У жреца-дилетанта не приняли подношение.
Наверное, папа был бы хорошим Богом. Он сразу реагировал бы на всевозможные зверства и несправедливость. Но я, так получилось, не дитя неба и даже не сын римского императора. А то бы быстро объявил его… всевышним. Или отравил. Не знаю, как там у них было принято. Кажется, что однажды кто-то забыл объявить, что этот изощренный сатурналий окончен и завтра будет обыкновенный день. И все снова начнет до бесконечности меняться друг с другом в иных качествах: мысли, эпохи, поколения, правители. Придет время, и вместо отца будет сидеть сын или должная жертва вместо справедливого палача, а на месте нищей страны расцветет работящая Грузия. Только художник как творец, не меняясь ни с кем в этом безудержном празднестве, может сидеть каждый день по обе стороны стола. И часто пьяный неразбавленным вином.
Тихая обида за седого мастера накрывает своим влажным плащом траву и камни.

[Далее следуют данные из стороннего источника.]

"""Start-up stays light (issue 14, "Start-up"): what each entry point loads, checked in a fresh interpreter.

`import thermo` and `brakeheat --help` load neither matplotlib, h5py nor scipy.signal (together
about a second of start-up); a `--json` run never loads matplotlib, h5py or scipy.signal. Times are measured in
the benchmark, not here: these machines are noisy, the imports are not.
"""
import subprocess
import sys
from pathlib import Path

import pytest

ROOT = Path(__file__).resolve().parents[1]
HEAVY = ("matplotlib", "h5py", "scipy.signal")
SHRINK = ["--set", "plan.phases.1.count=1", "--set", "plan.phases.4.count=1", "--set", "plan.phases.5.duration_s=60"]


def loaded_after(statements: str, watched=HEAVY) -> list[str]:
    code = (f"import sys\n{statements}\n"
            f"print(','.join(m for m in {tuple(watched)!r} if m in sys.modules))")
    proc = subprocess.run([sys.executable, "-c", code], capture_output=True, text=True, cwd=ROOT, timeout=300)
    assert proc.returncode == 0, proc.stderr
    line = proc.stdout.strip().splitlines()[-1] if proc.stdout.strip() else ""
    return [m for m in line.split(",") if m]


@pytest.mark.parametrize("statements", [
    "import thermo",
    "import lapdata",
    "from lapdata.echo import shown",
    "import thermo.output",
    "from thermo.cli.main import build_parser; build_parser()",       # what `brakeheat --help` does
])
def test_light_entry_points_load_no_heavy_library(statements):
    assert loaded_after(statements) == []


def test_the_help_parser_loads_no_numerical_library():
    # `brakeheat --help` builds every command's parser: numpy alone was 0.13 s of its 0.3 s target
    assert loaded_after("from thermo.cli.main import build_parser; build_parser()", ("numpy", "scipy", "numba")) == []


def test_a_json_run_loads_neither_matplotlib_nor_h5py_nor_scipy_signal():
    argv = ["run", "tests/data/small.toml", "--json", "--quiet", *SHRINK]
    statements = ("import io, contextlib\nfrom thermo.cli.main import main\n"
                  f"with contextlib.redirect_stdout(io.StringIO()):\n    assert main({argv!r}) == 0")
    # nor scipy.signal: the Savitzky-Golay filter is brakeheat's own (lapdata.signal.savgol)
    assert not {"matplotlib", "h5py", "scipy.signal"} & set(loaded_after(statements))


def test_the_lazy_names_still_resolve():
    import lapdata
    import thermo.output
    assert all(getattr(lapdata, name) for name in lapdata.__all__)
    assert all(getattr(thermo.output, name) for name in thermo.output.__all__)


def test_the_studies_package_names_its_functions_not_its_modules():
    import importlib
    importlib.import_module("thermo.studies.compare")      # a submodule named like a function the package exports
    from thermo.studies import compare, settle
    assert callable(compare) and callable(settle)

Но я вижу, что время – бессмысленный мясник, разрубивший острыми стрелками часов его судьбу и сердце на множество частей, навсегда забрызгало скупые клеенки наших душ красками радости, боли, мудрости и первозданности.
Великий Нико превратился в просителя Грузии перед Отцом небесным. Он ненавязчиво и негромко подскажет ему – в какие цвета выкрасить следующие, более счастливые миры.
Шарманщик продолжал играть, кружа над не прощенными людьми искрящиеся светила. Пирующие на картинах гордого Нико грустно и тревожно смотрели на нас и на эту землю. Они немного завидуют нам, но не хотят поменяться местами.
Синий сочный эфир заливает виноградную беседку и всю вселенную.